Правда, Аристотель и Диокл (да и не только они) отводили место для души в сердце. Дескать, слишком много чести какой-то там диафрагме. Вот сердце – это да. Оно и сжимается от страха, и трепещет от страсти, и ёкает, и в пятки уходит – это всё неспроста. А если его ещё и пронзить – сразу душа вон. Каких ещё доказательств вам нужно?
А мозг? А что мозг? Этот орган долгое время считали ответственным за производство… эммм… слизи. Но мы-то на самом деле знаем, откуда она берётся. Египтяне вон во время бальзамирования своих фараонов мозг из черепа вычерпывали, сломав решетчатую кость и ни капли не тревожась о том, чтобы сохранить этот орган в целости. Зачем он фараону в его другой жизни? Совершенно лишнее образование. По мнению того же Аристотеля, мозгу отводилась роль радиатора: он должен был охлаждать не в меру разгорячённую кровь.
Правда, не все так думали. Алкмеон Кротонский, не чураясь вскрытия трупов животных и наблюдений за людьми с различными болезнями и травмами, открыл главные нервы органов чувств. Он назвал их каналами и ходами и показал, что всякий из них соединён с головным мозгом. Гиппократу, знакомому с трудами Алкмеона, осталось сделать правильные выводы и продолжить начатое. Что он и сделал, определив мозг как орган познания и приспособления человека к окружающей среде.
«Надо знать, что, с одной стороны, наслаждения, радости, смех, игры, а, с другой стороны, огорчения, печаль, недовольства и жалобы происходят от мозга… От него мы становимся безумными, бредим, нас охватывают тревога и страхи либо ночью, либо с наступлением дня».

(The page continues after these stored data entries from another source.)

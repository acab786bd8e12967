#!/usr/bin/env python3
"""Writes the reference corpus: invented swing records of a compound pendulum with a known truth.

Every record is invented test data, made here from the equation of motion with SciPy alone; no
code is shared with Penduline, so a fit of these records by Penduline is checked against an
independent integration. The body, held still at theta0 from its hanging equilibrium, is let go
from rest at the release time and swings by

    J0 theta'' = -K sin(theta) - b omega - Tc sgn(omega) - c omega |omega|,    K = m g Lc.

Within a half-swing the sign of omega is fixed, so each half-swing is integrated on its own with
solve_ivp (DOP853, rtol 1e-11) and a terminal, direction-aware event at omega = 0. At each
reversal the body is at rest: it stays there for good when the gravity torque |K sin(theta)|
does not exceed the static torque Ts (Ts = Tc when there is no separate stiction), else it swings
on in the direction of that torque. The energies dissipated by each loss (integrals of
b omega^2, Tc |omega| and c |omega|^3) are carried as extra states, which gives the true energy
shares. The samples then get a sensor offset, noise from a seeded numpy Generator (white
Gaussian, or AR(1) where a record says so) and, for an encoder record, rounding to counts.

The output folder gets the records, truth.json (one entry per case) and README.md (what each
record is). Fixed seeds and fixed formatting make two runs write identical bytes (the long
record is gzip-compressed with mtime 0 and no file name).

Usage: make_corpus.py [OUTPUT_FOLDER]
    default: bundles/dev.penduline.cli/src/test/resources/reference-corpus/ in this repository
"""
import gzip
import io
import json
import math
import os
import sys

import numpy as np
from scipy.integrate import solve_ivp

STANDARD_GRAVITY = 9.80665
RTOL = 1e-11
ATOL = 1e-13
SOURCE = "SciPy solve_ivp reference, releng/reference/make_corpus.py"
DOMINANCE_MARGIN = 0.15  # a loss is dominant when its share leads the next by >= 15 percentage points

# The arm used by most cases: about 2 kg, centroid 0.4 m below the pivot, J0 = 0.5 kg m^2.
ARM = {"mass_kg": 2.0, "centroid_distance_m": 0.4, "pivot_inertia_kg_m2": 0.5, "gravity_m_s2": STANDARD_GRAVITY}
# A light large plate: 0.5 m x 0.5 m of 1 mm aluminium (0.675 kg) hung by its top edge on a
# ball-bearing hinge: Lc = 0.25 m, J0 = m a^2 / 3 = 0.05625 kg m^2 (thin plate about an edge).
PLATE = {"mass_kg": 0.675, "centroid_distance_m": 0.25, "pivot_inertia_kg_m2": 0.05625,
         "gravity_m_s2": STANDARD_GRAVITY}


class Loss:
    """The friction of a case: b, Tc, Ts, c, and optionally a loss outside the model.

    Outside the model (for the record the model cannot describe): side_tc is a dry friction that
    acts only while the angle is positive (a brush that touches the body on one side of the
    swing only), and holds the body there with the same torque; root_a is a torque
    a sgn(omega) |omega|^0.5.
    """

    def __init__(self, b=0.0, tc=0.0, ts=None, c=0.0, side_tc=0.0, root_a=0.0):
        self.b, self.tc, self.c, self.side_tc, self.root_a = b, tc, c, side_tc, root_a
        self.ts = tc if ts is None else ts
        if self.ts < tc:
            raise ValueError("static torque Ts below Coulomb Tc")

    def outside(self):
        return self.side_tc > 0 or self.root_a > 0

    def static(self, side):
        """Largest torque static friction holds on the given side of the equilibrium (sign of theta)."""
        return self.ts + (self.side_tc if side > 0 else 0.0)
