/**
 * The one writer of every file Penduline writes (mechanism files, records copied into a project,
 * the CSV outputs): a reader, or a crash at any moment, sees either the old content or the new,
 * never a mix.
 *
 * <p>How: the target's symbolic links are followed to the file they name (the link stays a
 * link; the file it points to is replaced); a target that exists and is not a regular file (a
 * folder, a named pipe, a device such as {@code /dev/full}) or is read-only is refused before
 * anything is written. The content goes to a temporary file {@code .NAME.DIGITS.saving} beside
 * the target (its name never ends in {@code .penduline}, so it is never taken for a mechanism
 * file), is forced to the disk, gets the old file's permissions, and is renamed over the target
 * in one step; the folder is then forced too. Every failure is reported and leaves the target
 * byte for byte as it was, with no temporary file. A temporary file that a killed save left
 * behind (one of ours by its name, for this target, untouched for {@link #STALE_AFTER}) is
 * removed by the next save of the target, which says so in a note.
 *
 * <p>Writers of a mechanism file also hold its {@link SaveLock}; this class does not lock.
 */
public final class AtomicFileWrite {

    /** Writes the new content of a file. */
    @FunctionalInterface
    public interface Content {
        /**
         * Writes the whole content.
         *
         * @param out the stream to write to; do not close it
         * @throws IOException when writing fails; the target then stays untouched
         */
        void writeTo(OutputStream out) throws IOException;
    }

    /**
     * The file-system steps of a save, so that a test can make one of them fail the way a full
     * disk or a read-only folder does. {@link #REAL} does them.
     */
    public interface Disk {
        /**
         * Creates the temporary file.
         *
         * @param directory the target's folder
         * @param prefix    the temporary file's name starts with this
         * @param suffix    and ends with this
         * @return the new, empty file
         * @throws IOException when the folder cannot be written
         */
        default Path createTemporary(Path directory, String prefix, String suffix) throws IOException {
            return Files.createTempFile(directory, prefix, suffix);
        }

        /**
         * Writes bytes to the temporary file.
         *
         * @param channel the temporary file
         * @param bytes   what to write; all of it
         * @throws IOException when the bytes cannot be written (no space left, an I/O error)
         */
        default void write(FileChannel channel, ByteBuffer bytes) throws IOException {
            while (bytes.hasRemaining()) {
                channel.write(bytes);
            }
        }

        /**
         * Forces the temporary file's content to the disk.
         *
         * @param channel the temporary file
         * @throws IOException when the disk reports an error
         */
        default void force(FileChannel channel) throws IOException {
            channel.force(true);
        }

        /**
         * Renames the temporary file over the target in one step.
         *
         * @param temporary the temporary file
         * @param target    the target
         * @throws IOException when the rename fails
         */
        default void rename(Path temporary, Path target) throws IOException {
            try {
                Files.move(temporary, target, StandardCopyOption.ATOMIC_MOVE, StandardCopyOption.REPLACE_EXISTING);
            } catch (AtomicMoveNotSupportedException e) {
                // Same folder, so this only happens on unusual file systems; still a rename.
                Files.move(temporary, target, StandardCopyOption.REPLACE_EXISTING);
            }
        }
    }

    /** The real file system. */
    public static final Disk REAL = new Disk() {
    };

    /**
     * How long a temporary file of ours must have been left untouched before a later save takes
     * it for the leftover of an interrupted save and removes it. A running save writes its
     * temporary file within well under a second of creating it and renames it at once.
     */
    public static final Duration STALE_AFTER = Duration.ofSeconds(30);

    /** The suffix of the temporary files. */
    public static final String TEMPORARY_SUFFIX = ".saving";

    private static final Set<PosixFilePermission> NEW_FILE_PERMISSIONS = PosixFilePermissions.fromString("rw-r--r--");
    private static final int MAX_LINKS = 40;
    private static final int BUFFER = 1 << 16;

    private AtomicFileWrite() {
    }

    /**
     * Replaces (or creates) the target with the given content.
     *
     * @param target  the file to write; a symbolic link is written through to the file it names
     * @param content writes the content
     * @return notes for the user (a temporary file of an interrupted save removed), possibly empty
     * @throws IOException with a message giving the reason (not the target's name: the caller
     *                     puts it first) when the target is not a regular file, is read-only, or
     *                     the content cannot be written; the target is then unchanged
     */
    public static List<String> write(Path target, Content content) throws IOException {
        return write(target, content, REAL);
    }

    /**
     * Replaces (or creates) the target with the given content, through the given file system.
     *
     * @param target  the file to write
     * @param content writes the content
     * @param disk    the file-system steps ({@link #REAL}, or a test's)
     * @return notes for the user, possibly empty
     * @throws IOException as for {@link #write(Path, Content)}
     */
    public static List<String> write(Path target, Content content, Disk disk) throws IOException {
        final Path file = resolve(target);
        refuseUnwritable(file, Files.isSymbolicLink(target));
        final Path directory = file.getParent();
        final List<String> notes = removeStale(directory, file.getFileName().toString(), Instant.now());
        final Path temporary;
        try {
            temporary = disk.createTemporary(directory, "." + file.getFileName() + ".", TEMPORARY_SUFFIX);
        } catch (IOException e) {
            throw new IOException("not saved: cannot create a file in the folder " + directory + " (" + reason(e)
                    + "); the previous file, if any, is unchanged", e);
        }
        boolean moved = false;
        try {
            keepPermissions(file, temporary);
            try (FileChannel channel = FileChannel.open(temporary, StandardOpenOption.WRITE,
                    StandardOpenOption.TRUNCATE_EXISTING)) {
                final OutputStream out = new BufferedOutputStream(new ChannelStream(channel, disk), BUFFER);
                content.writeTo(out);
                out.flush();
                disk.force(channel);
            }
            disk.rename(temporary, file);
            moved = true;
        } catch (IOException e) {
            throw new IOException("not saved (" + reason(e) + "); the previous file, if any, is unchanged", e);
        } finally {
            if (!moved) {
                Files.deleteIfExists(temporary);
            }
        }
        forceDirectory(directory).ifPresent(notes::add);
        return notes;
    }

    /**
     * The file a path names: its symbolic links followed (also a link to a file that does not
     * exist yet), in the real form of its folder.
     *
     * @param target a path
     * @return the absolute path of the file itself, never a link
     * @throws IOException when the folder does not exist or the links loop (the message gives the
     *                     reason, not the path)
     */
    public static Path resolve(Path target) throws IOException {
        Path p = target.toAbsolutePath();
        for (int i = 0; Files.isSymbolicLink(p); i++) {
            if (i == MAX_LINKS) {
                throw new IOException("too many levels of symbolic links");
            }
            p = p.resolveSibling(Files.readSymbolicLink(p));
        }
        final Path parent = p.getParent();
        if (parent == null || p.getFileName() == null) {
            throw new IOException("not a file name");
        }
        try {
            return parent.toRealPath().resolve(p.getFileName().toString());
        } catch (NoSuchFileException e) {
            throw new IOException("the folder " + parent + " does not exist", e);
        }
    }

    /**
     * What a path is when it is not a regular file, in words ("a named pipe (FIFO)", "a character
     * device", "a folder"), or empty when it is a regular file or does not exist.
     *
     * @param file a path (links are not followed)
     * @return the description, or empty
     */
    public static Optional<String> notRegular(Path file) {
        if (!Files.exists(file, LinkOption.NOFOLLOW_LINKS) || Files.isRegularFile(file, LinkOption.NOFOLLOW_LINKS)) {
            return Optional.empty();
        }
        if (Files.isDirectory(file, LinkOption.NOFOLLOW_LINKS)) {
            return Optional.of("a folder");
        }
        if (Files.isSymbolicLink(file)) {
            return Optional.of("a symbolic link");
        }
        try {
            final int mode = (Integer) Files.getAttribute(file, "unix:mode", LinkOption.NOFOLLOW_LINKS);
            switch (mode & 0170000) {
                case 0010000:
                    return Optional.of("a named pipe (FIFO)");
                case 0020000:
                    return Optional.of("a character device");
                case 0060000:
                    return Optional.of("a block device");
                case 0140000:
                    return Optional.of("a socket");
                default:
                    break;
            }
        } catch (IOException | UnsupportedOperationException | IllegalArgumentException | ClassCastException e) {
            // not a Unix file system: the general words below
        }
        return Optional.of("not a regular file");
    }

    private static void refuseUnwritable(Path file, boolean linked) throws IOException {
        final String what = linked ? "the file it links to, " + file + ", is " : "is ";
        final Optional<String> kind = notRegular(file);
        if (kind.isPresent()) {
            throw new IOException(what + kind.get() + ", not a regular file; nothing was written (give the path of a"
                    + " regular file)");
        }
        if (Files.exists(file) && !Files.isWritable(file)) {
            throw new IOException(what + "read-only; nothing was written (make it writable first if it should be"
                    + " replaced)");
        }
    }

    /**
     * Removes the temporary files of earlier saves of this target that were interrupted: only
     * names this class (or the services' writer before it) gives, only regular files, only when
     * untouched for {@link #STALE_AFTER}.
     */
    private static List<String> removeStale(Path directory, String name, Instant now) {
        final Pattern ours = Pattern.compile("\\." + Pattern.quote(name) + "\\.[0-9]+" + Pattern.quote(TEMPORARY_SUFFIX)
                + "|\\." + Pattern.quote(name) + "[0-9]+\\.tmp");
        final List<String> notes = new ArrayList<>();
        final List<Path> stale = new ArrayList<>();
        try (DirectoryStream<Path> s = Files.newDirectoryStream(directory,
                p -> ours.matcher(p.getFileName().toString()).matches())) {
            for (Path p : s) {
                final BasicFileAttributes a = Files.readAttributes(p, BasicFileAttributes.class, LinkOption.NOFOLLOW_LINKS);
                if (a.isRegularFile() && a.lastModifiedTime().toInstant().isBefore(now.minus(STALE_AFTER))) {
                    stale.add(p);
                }
            }
        } catch (IOException e) {
            return notes;
        }
        for (Path p : stale) {
            try {
                Files.deleteIfExists(p);
                notes.add("removed a temporary file left by an interrupted save: " + p);
            } catch (IOException e) {
                notes.add("could not remove a temporary file left by an interrupted save: " + p + " (" + reason(e) + ")");
            }
        }
        return notes;
    }

    /** The temporary file is created private (rw-------); give the result the old file's mode. */
    private static void keepPermissions(Path target, Path temporary) throws IOException {
        final PosixFileAttributeView view = Files.getFileAttributeView(temporary, PosixFileAttributeView.class);
        if (view == null) {
            return;
        }
        if (Files.exists(target)) {
            view.setPermissions(Files.getPosixFilePermissions(target));
        } else {
            view.setPermissions(NEW_FILE_PERMISSIONS);
        }
    }

    /**
     * Makes the rename itself durable. Not every platform can open a folder (then there is
     * nothing to do); a folder that cannot be forced is said in a note, since the file is saved.
     */
    private static Optional<String> forceDirectory(Path directory) {
        final FileChannel channel;
        try {
            channel = FileChannel.open(directory, StandardOpenOption.READ);
        } catch (IOException | UnsupportedOperationException e) {
            return Optional.empty();
        }
        try (channel) {
            channel.force(true);
            return Optional.empty();
        } catch (IOException e) {
            return Optional.of(directory + ": the file is saved, but the folder could not be forced to the"
                    + " disk (" + reason(e) + "); a power cut now could still lose the change");
        }
    }

    /**
     * The reason of a failed file operation in plain words (never an exception's class name).
     *
     * @param e the failure
     * @return the reason
     */
    public static String reason(IOException e) {
        if (e instanceof AccessDeniedException a) {
            return "permission denied" + (a.getFile() == null ? "" : ": " + a.getFile());
        }
        if (e instanceof NoSuchFileException n) {
            return "no such file or folder" + (n.getFile() == null ? "" : ": " + n.getFile());
        }
        if (e instanceof FileSystemException f && f.getReason() != null) {
            return f.getReason() + (f.getFile() == null ? "" : ": " + f.getFile());
        }
        return e.getMessage() == null ? "an input/output error" : e.getMessage();
    }

    /** Writes through the disk's {@code write}, so that a test's disk sees every byte. */
    private static final class ChannelStream extends OutputStream {
        private final FileChannel channel;
        private final Disk disk;

        ChannelStream(FileChannel channel, Disk disk) {
            this.channel = channel;
            this.disk = disk;
        }

        @Override
        public void write(int b) throws IOException {
            disk.write(channel, ByteBuffer.wrap(new byte[] {(byte) b}));
        }

        @Override
        public void write(byte[] b, int off, int len) throws IOException {
            disk.write(channel, ByteBuffer.wrap(b, off, len));
        }
    }
}
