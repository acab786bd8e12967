package dev.penduline.services;

import static org.junit.jupiter.api.Assertions.assertArrayEquals;
import static org.junit.jupiter.api.Assertions.assertEquals;
import static org.junit.jupiter.api.Assertions.assertFalse;
import static org.junit.jupiter.api.Assertions.assertNotNull;
import static org.junit.jupiter.api.Assertions.assertNull;
import static org.junit.jupiter.api.Assertions.assertThrows;
import static org.junit.jupiter.api.Assertions.assertTrue;
import static org.junit.jupiter.api.Assumptions.assumeTrue;

import java.nio.file.Files;
import java.nio.file.Path;
import java.nio.file.StandardOpenOption;
import java.util.List;
import java.util.Locale;

import org.junit.jupiter.api.BeforeEach;
import org.junit.jupiter.api.Test;
import org.junit.jupiter.api.io.TempDir;

import dev.penduline.model.Mechanism;
import dev.penduline.model.TestSession;
import dev.penduline.records.swing.SwingImportOptions;

/**
 * Where session records may lie and what a session's record must still be: inside the project
 * (also through symbolic links), present, a regular file, added once, and unchanged unless the
 * change is accepted. The records are invented damped cosines.
 */
class SessionRecordsTest {

    @TempDir
    Path dir;

    private Path project;
    private Path mechanism;
    private Path outside;

    /** An invented decaying swing, 400 samples at 100 Hz. */
    private static String swing(double amplitude) {
        StringBuilder b = new StringBuilder("# invented test record\ntime_s,angle_deg\n");
        for (int i = 0; i < 400; i++) {
            double t = i * 0.01;
            b.append(String.format(Locale.ROOT, "%.2f,%.5f%n", t, amplitude * Math.exp(-0.2 * t) * Math.cos(5 * t)));
        }
        return b.toString();
    }

    @BeforeEach
    void project() throws Exception {
        project = Files.createDirectories(dir.resolve("project"));
        outside = Files.createDirectories(dir.resolve("elsewhere"));
        mechanism = project.resolve("arm.penduline");
        Path parts = Files.writeString(project.resolve("parts.csv"),
                "name,shape,mass_kg,x_m,y_m,z_m,length_m,axis\narm,rod,2,0,-0.4,0,0.8,y\n");
        PartsImport.importFile(parts, mechanism, "Arm");
    }

    private SessionRecords.Added add(Path record) throws InputException {
        return SessionRecords.addSession(mechanism, record, SwingImportOptions.defaults(), null, Double.NaN, null);
    }

    private TestSession session(int i) throws InputException {
        return MechanismLoader.readMechanism(mechanism).getSessions().get(i);
    }

    @Test
    void theSameRecordIsAddedOnceByPathOrByContent() throws Exception {
        Path record = Files.writeString(outside.resolve("release.csv"), swing(10));
        add(record);
        byte[] before = Files.readAllBytes(mechanism);
        InputException again = assertThrows(InputException.class, () -> add(record));
        // the record from elsewhere again: its copy would be the session's record, by content
        assertTrue(again.getMessage().contains("has the same content (SHA-256 ")
                && again.getMessage().contains("as the record of session 'release'"), again.getMessage());
        InputException inside = assertThrows(InputException.class, () -> add(project.resolve("records/release.csv")));
        assertTrue(inside.getMessage().contains("is already the record of session 'release'"), inside.getMessage());
        Path copy = Files.copy(record, outside.resolve("copy.csv"));
        InputException sameContent = assertThrows(InputException.class, () -> add(copy));
        assertTrue(sameContent.getMessage().contains("has the same content (SHA-256 ")
                && sameContent.getMessage().contains("as the record of session 'release' (records/release.csv)"),
                sameContent.getMessage());
        assertArrayEquals(before, Files.readAllBytes(mechanism), "a refused record changes nothing");
        assertFalse(Files.exists(project.resolve("records/copy.csv")), "nor is it copied");
        add(Files.writeString(outside.resolve("other.csv"), swing(12)));
        assertEquals(2, MechanismLoader.readMechanism(mechanism).getSessions().size());
    }

    @Test
    void aRecordsStateFollowsItsFileAndTheStoredHash() throws Exception {
        add(Files.writeString(outside.resolve("release.csv"), swing(10)));
        TestSession s = session(0);
        Path copy = project.resolve(s.getRecordPath());
        assertEquals(SessionRecords.RecordState.UNCHANGED, SessionRecords.recordState(mechanism, s, SessionRecords::sha256));
        Files.writeString(copy, swing(11));
        assertEquals(SessionRecords.RecordState.CHANGED, SessionRecords.recordState(mechanism, s, SessionRecords::sha256));
        s.setContentHash(null);
        assertEquals(SessionRecords.RecordState.NO_HASH, SessionRecords.recordState(mechanism, s, SessionRecords::sha256));
        assertEquals(SessionRecords.RecordState.UNREADABLE, SessionRecords.recordState(mechanism, s, f -> {
            throw new java.io.IOException("refused by the test");
        }));
        Files.delete(copy);
        assertEquals(SessionRecords.RecordState.MISSING, SessionRecords.recordState(mechanism, s, SessionRecords::sha256));
    }

    @Test
    void aDifferentRecordUnderASessionRecordsNameIsAClashOfNamesNotADuplicate() throws Exception {
        add(Files.writeString(outside.resolve("release.csv"), swing(10)));
        Path other = Files.createDirectories(dir.resolve("other"));
        Path clash = Files.writeString(other.resolve("release.csv"), swing(14));
        InputException e = assertThrows(InputException.class, () -> add(clash));
        assertTrue(e.getMessage().contains("a different file of that name is already in the project"), e.getMessage());
    }

    @Test
    void aLinkInsideRecordsThatLeadsOutOfTheProjectIsRefusedWhenAddedAndWhenRead() throws Exception {
        Path target = Files.writeString(outside.resolve("release.csv"), swing(10));
        Path records = Files.createDirectories(project.resolve("records"));
        Path link = Files.createSymbolicLink(records.resolve("release.csv"), target);
        InputException added = assertThrows(InputException.class, () -> add(link));
        assertEquals("records/release.csv is a symbolic link to " + target.toRealPath() + ", outside the project folder "
                + project + "; copy the record into records/ instead", added.getMessage());

        // a session whose record became such a link (the file replaced by hand) is not followed either
        Files.delete(link);
        Files.copy(target, link);
        add(link);
        Files.delete(link);
        Files.createSymbolicLink(link, target);
        TestSession s = session(0);
        InputException read = assertThrows(InputException.class, () -> SessionRecords.readSession(mechanism, s));
        assertTrue(read.getMessage().startsWith("session 'release': records/release.csv is a symbolic link to "),
                read.getMessage());
    }

    @Test
    void aRecordsFolderThatIsALinkOutOfTheProjectIsNamed() throws Exception {
        Files.writeString(outside.resolve("release.csv"), swing(10));
        Files.createSymbolicLink(project.resolve("records"), outside);
        InputException e = assertThrows(InputException.class, () -> add(project.resolve("records/release.csv")));
        assertEquals("records/release.csv: records is a symbolic link to " + outside.toRealPath() + ", outside the project"
                + " folder " + project + "; copy the record into records/ instead", e.getMessage());
        // nor is a record from elsewhere copied through it
        Path other = Files.writeString(dir.resolve("other.csv"), swing(8));
        assertThrows(InputException.class, () -> add(other));
        assertFalse(Files.exists(outside.resolve("other.csv")), "nothing written outside the project");
    }

    @Test
    void aLinkThatStaysInsideTheProjectIsFine() throws Exception {
        Path data = Files.createDirectories(project.resolve("data"));
        Files.writeString(data.resolve("release.csv"), swing(10));
        Files.createSymbolicLink(project.resolve("records"), Path.of("data"));
        SessionRecords.Added a = add(project.resolve("records/release.csv"));
        assertFalse(a.copied());
        SessionRecords.SessionRecord r = SessionRecords.readSession(mechanism, session(0));
        assertEquals(List.of(), r.warnings());
    }

    @Test
    void aMissingRecordSaysWhereItShouldBeAndWhatToDo() throws Exception {
        add(Files.writeString(outside.resolve("release.csv"), swing(10)));
        Files.delete(project.resolve("records/release.csv"));
        InputException e = assertThrows(InputException.class, () -> SessionRecords.readSession(mechanism, session(0)));
        assertEquals("session 'release': its record records/release.csv is missing (no such file in " + project
                + "); put the record back (from version control or the rig's copy), or fit other records with --session",
                e.getMessage());
    }

    @Test
    void aSessionRecordReplacedByAFolderOrAPipeIsRefusedUnopened() throws Exception {
        add(Files.writeString(outside.resolve("release.csv"), swing(10)));
        Path record = project.resolve("records/release.csv");
        Files.delete(record);
        Files.createDirectory(record);
        InputException folder = assertThrows(InputException.class, () -> SessionRecords.readSession(mechanism, session(0)));
        assertTrue(folder.getMessage().contains("not a regular file: a folder"), folder.getMessage());
        Files.delete(record);
        Process p = new ProcessBuilder("mkfifo", record.toString()).start();
        assumeTrue(p.waitFor() == 0, "mkfifo is not available here");
        InputException pipe = assertThrows(InputException.class, () -> SessionRecords.readSession(mechanism, session(0)));
        assertTrue(pipe.getMessage().contains("not a regular file: a named pipe"), pipe.getMessage());
    }

    @Test
    void aChangedRecordIsToldWithBothHashesAndTheFitRefusesItUnlessAccepted() throws Exception {
        add(Files.writeString(outside.resolve("release.csv"), swing(10)));
        Path record = project.resolve("records/release.csv");
        String stored = session(0).getContentHash();
        assertFalse(SessionRecords.readSession(mechanism, session(0)).changed());
        Files.writeString(record, "# edited by hand\n", StandardOpenOption.APPEND);

        SessionRecords.SessionRecord r = SessionRecords.readSession(mechanism, session(0));
        assertTrue(r.changed());
        String now = r.record().sha256();
        assertEquals(List.of("session 'release': records/release.csv has changed since it was added: its SHA-256 is now "
                + now.substring(0, 12) + "…, the mechanism file holds " + stored.substring(0, 12) + "…"), r.warnings());

        MechanismSource lumped = MechanismLoader.lumped(2, 0.4, 0.43, 9.80665);
        InputException refused = assertThrows(InputException.class,
                () -> FrictionIdentification.sessionsOf(mechanism, lumped));
        assertTrue(refused.getMessage().startsWith(mechanism + ": not fitted, session 'release': records/release.csv has"
                + " changed"), refused.getMessage());
        assertTrue(refused.getMessage().contains("--accept-changed-records"), refused.getMessage());

        FrictionIdentification.SessionInput accepted = FrictionIdentification.sessionsOf(mechanism, lumped, true).get(0);
        assertNotNull(accepted.change());
        assertEquals(now, accepted.record().sha256());
        Mechanism m = MechanismLoader.readMechanism(mechanism);
        assertEquals(stored, m.getSessions().get(0).getContentHash(), "reading never changes the stored hash");
    }

    @Test
    void theRecordChecksWithoutReadingTellEveryProblemAsAWarning() throws Exception {
        add(Files.writeString(outside.resolve("release.csv"), swing(10)));
        add(Files.writeString(outside.resolve("second.csv"), swing(12)));
        add(Files.writeString(outside.resolve("third.csv"), swing(14)));
        assertEquals(List.of(), SessionRecords.recordWarnings(mechanism));
        Path records = project.resolve("records");
        Files.writeString(records.resolve("release.csv"), "# edited\n", StandardOpenOption.APPEND);
        Files.delete(records.resolve("second.csv"));
        Files.delete(records.resolve("third.csv"));
        Files.createSymbolicLink(records.resolve("third.csv"), outside.resolve("third.csv"));
        List<String> w = SessionRecords.recordWarnings(mechanism);
        assertEquals(3, w.size(), w.toString());
        assertTrue(w.get(0).startsWith("session 'release': records/release.csv has changed since it was added"), w.get(0));
        assertTrue(w.get(1).startsWith("session 'second': its record records/second.csv is missing"), w.get(1));
        assertTrue(w.get(2).startsWith("session 'third': records/third.csv is a symbolic link to "), w.get(2));
    }

    @Test
    void anUnchangedRecordHasNoChange() throws Exception {
        add(Files.writeString(outside.resolve("release.csv"), swing(10)));
        MechanismSource lumped = MechanismLoader.lumped(2, 0.4, 0.43, 9.80665);
        assertNull(FrictionIdentification.sessionsOf(mechanism, lumped).get(0).change());
    }
}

Платон тоже согласен с тем, что голова – это не просто тупой твёрдый предмет, а ещё и вместилище психических функций. Правда, доказывает это довольно оригинально. Ведь какая, спрашивает он, форма самая идеальная? Правильно, шар. А значит, боги, «подражая Вселенной, которая кругла, заключили душу в шарообразное тело, то самое, которое мы называем теперь головой и которое, представляя в нас самую божественную часть, господствует над всеми остальными частями». Красиво? Это он ещё сферического коня в вакууме не описывал…
Шли годы, и вот уже не Афины и не Милет, а Александрия стала центром древнегреческой культуры. Под покровительством Птолемея II Филадельфа (правда, редкий современник рискнул бы при жизни назвать его Любящим сестру, хотя слухи об их связи ходили) пополняется Александрийская библиотека, а Александрийский Мусейон прирастает обсерваторией, зоопарком, ботаническим садом… и анатомическим театром. Потому что царь разрешил – неслыханное дело – вскрывать трупы в научных целях. Чем несказанно обрадовал Герофила: не всё же доктору тайком орудовать.